ANALYSIS: DPP eyes better relations with US in the future

By Chris Wang  /  Staff reporter

Although Democratic Progressive Party (DPP) lawmakers and the party’s central headquarters have appeared to be at odds over how to organize opposition to the government’s policy of setting a maximum residue level for the livestock feed additive ractopamine in beef, party leaders insist that the DPP is ready to “reset” its relationship with the US, arguably the nation’s most important ally.

The DPP announced its support for the adoption of international standards on Thursday night, soon after the UN-affiliated Codex Alimentarius Commission voted in Rome in favor of maximum residue levels (MRLs) for ractopamine.

The speed of the announcement was likely an attempt to erase the party’s role — often noted by the US and the Chinese Nationalist Party (KMT) — in retaining the ban on ractopamine-laced US beef imports and to counter its anti-US image, particularly after the DPP blocked legislative proceedings last month to prevent the passing of an amendment that would eventually relax the ban.

However, with the EU maintaining its strong opposition to the use of ractompamine even after the vote, several DPP lawmakers argued that stricter measures should be adopted to safeguard food safety and called for more inner-party discussion before making a final assessment.

DPP Legislator Chen Chi-mai (陳其邁) said that Taiwan should adopt the stricter EU standard, while DPP Legislator Kuan Bi-ling (管碧玲) said the nation did not have to accept the Codex standard.

Regardless of the beef dispute, the DPP is determined and ready to “fix” its relationship with the US, which has deteriorated markedly since the latter part of former DPP chair Tsai Ing-wen’s (蔡英文) presidential campaign, said a pair of high-ranking DPP officials who were appointed by new party Chairperson Su Tseng-chang (蘇貞昌) in May.

“We do not expect the relationship to change overnight, because the overall framework and atmosphere was already in place when Su took over the party.
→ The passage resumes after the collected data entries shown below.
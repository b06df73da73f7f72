import { formatCount } from '../presentation/format-number.ts';
import type { GroundFrame } from './ground-frame.ts';
import { boxMark, lineMark, type Mark, type Rectangle, type Spot } from './marks.ts';

const THIN = { ink: 'ink', width: 0.2 } as const;
const BACKED = { fill: 'paper', stroke: THIN } as const;
/** From the neat line to a sign, and the size of the north point's box, in mm. */
const [ASIDE, WIDE, TALL] = [3, 14, 22];

/**
 * Where the north point stands: at the top right of the window.
 *
 * Units: mm. Valid: any window. Source: [own].
 */
export function northBox({ window }: Pick<GroundFrame, 'window'>): Rectangle {
  const [right, top] = [window.right - ASIDE, window.top + ASIDE];
  return { left: right - WIDE, top, right, bottom: top + TALL };
}

/**
 * The north point, towards grid north.
 *
 * Units: mm. Valid: any frame. Source: [own].
 */
export function northMarks(frame: Pick<GroundFrame, 'window' | 'right'>): Mark[] {
  const box = northBox(frame);
  const middle: Spot = [(box.left + box.right) / 2, box.top + 9.5];
  const [c, s] = frame.right;
  // grid north is to the left of what runs to the right of the sheet
  const spot = (aside: number, ahead: number): Spot => [
    middle[0] + aside * c + ahead * s,
    middle[1] + aside * s - ahead * c,
  ];
  const half = (side: number): Mark => ({
    ...{ kind: 'shape', isClosed: true, fill: side < 0 ? 'ink' : 'paper', stroke: THIN },
    rings: [[spot(0, 7), spot(2.6 * side, -6), spot(0, -3.6)]],
  });
  return [
    boxMark(box, BACKED),
    half(-1),
    half(1),
    {
      ...{ kind: 'words', words: 'N', size: 8, isStrong: true, anchor: 'middle' },
      at: [middle[0], box.bottom - 1.6],
    },
  ];
}

/** Lengths of bars in m, and the longest that a bar may be on paper in mm. */
const LENGTHS = [5000, 2000, 1000, 500, 200, 100, 50, 20, 10, 5, 2, 1];
const LONGEST = 90;

/**
 * How long the scale bar is on the ground and on paper.
 *
 * Units: metres m, long mm. Valid: denominator > 0. Source: [own].
 */
export function scaleBar(denominator: number): { readonly metres: number; readonly long: number } {
  const metres = LENGTHS.find((one) => (one * 1000) / denominator <= LONGEST) ?? 1;
  return { metres, long: (metres * 1000) / denominator };
}

/**
 * Where the scale bar stands: at the bottom left of the window.
 *
 * Units: mm. Valid: any frame. Source: [own].
 */
export function scaleBarBox({ window, denominator }: GroundFrame): Rectangle {
  const { long } = scaleBar(denominator);
  const [left, bottom] = [window.left + ASIDE, window.bottom - ASIDE];
  return { left, top: bottom - 13, right: left + long + 16, bottom };
}

/** Where the bar is cut and which figures stand over it, as shares of its length. */
const CUTS = [0, 0.1, 0.2, 0.3, 0.4, 0.5, 1];
const FIGURES = [0, 0.1, 0.5, 1];

/**
 * The scale bar with the scale. It says on which paper the scale holds: a copy that was made smaller still
 * has a true bar.
 *
 * Units: mm. Valid: any frame. Source: [own].
 */
export function scaleBarMarks(frame: GroundFrame, paper: string): Mark[] {
  const { metres, long } = scaleBar(frame.denominator);
  const box = scaleBarBox(frame);
  const [left, top] = [box.left + 4, box.top + 5.2];
  const cells = CUTS.slice(1).map((to, k): Mark => {
    const from = CUTS[k] ?? 0;
    const cell = { left: left + from * long, right: left + to * long, top, bottom: top + 1.6 };
    return boxMark(cell, { fill: k % 2 === 0 ? 'ink' : 'paper', stroke: THIN });
  });
  const figures = FIGURES.map((share): Mark => ({
    ...{ kind: 'words', size: 7, anchor: 'middle' },
    words: `${formatCount(share * metres)}${share === 1 ? ' m' : ''}`,
    at: [left + share * long, top - 1],
  }));
  const words = `Scale 1 : ${formatCount(frame.denominator)} on ${paper}`;
  return [
    boxMark(box, BACKED),
    ...cells,
    ...figures,
    { kind: 'words', words, size: 7, at: [left, box.bottom - 1.7] },
  ];
}

/**
 * The neat line round a map and the frame round a sheet.
 *
 * Units: mm. Valid: any rectangle. Source: [own].
 */
export function frameMarks(frame: Rectangle, window: Rectangle, column: Rectangle): Mark[] {
  return [
    boxMark(window, { stroke: { ink: 'ink', width: 0.35 } }),
    lineMark([[column.left, column.top], [column.left, column.bottom]], { ink: 'ink', width: 0.35 }), // prettier-ignore
    boxMark(frame, { stroke: { ink: 'ink', width: 0.7 } }),
  ];
}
It will take time,” said DPP Policy Research Committee chief executive director Joseph Wu (吳釗燮), who was the nation’s representative to the US under the former DPP administration.

Finding a quick resolution to the beef dispute — a key issue for the US — would not be easy, he said.

However, Taiwan-US relations are multi-faceted, he added, and disagreement over the beef issue did not mean the DPP would ignore other areas of bilateral concern, such as regional security cooperation.

DPP officials have always enjoyed a solid and trusting relationship with their US counterparts, Wu said.

What happened between the DPP and the US was unfortunate, Wu said, referring to a series of testy comments made by both sides over the past year.

An unnamed senior US official told the Financial Times in September last year that the US was concerned that a win by then-DPP presidential candidate Tsai could “jeopardize” cross-strait stability.

During the presidential campaign, the US also forwarded a letter from Tsai to US President Barack Obama to President Ma Ying-jeou’s (馬英九) re-election campaign, Wu said.

Tsai later refused to meet with American Institute in Taiwan (AIT) Chairman Raymond Burghardt when he visited Taiwan after the election.

“As much as the DPP hopes to rebuild its relationship with the US, I would say that Washington is also trying to mend fences with the DPP,” Wu said.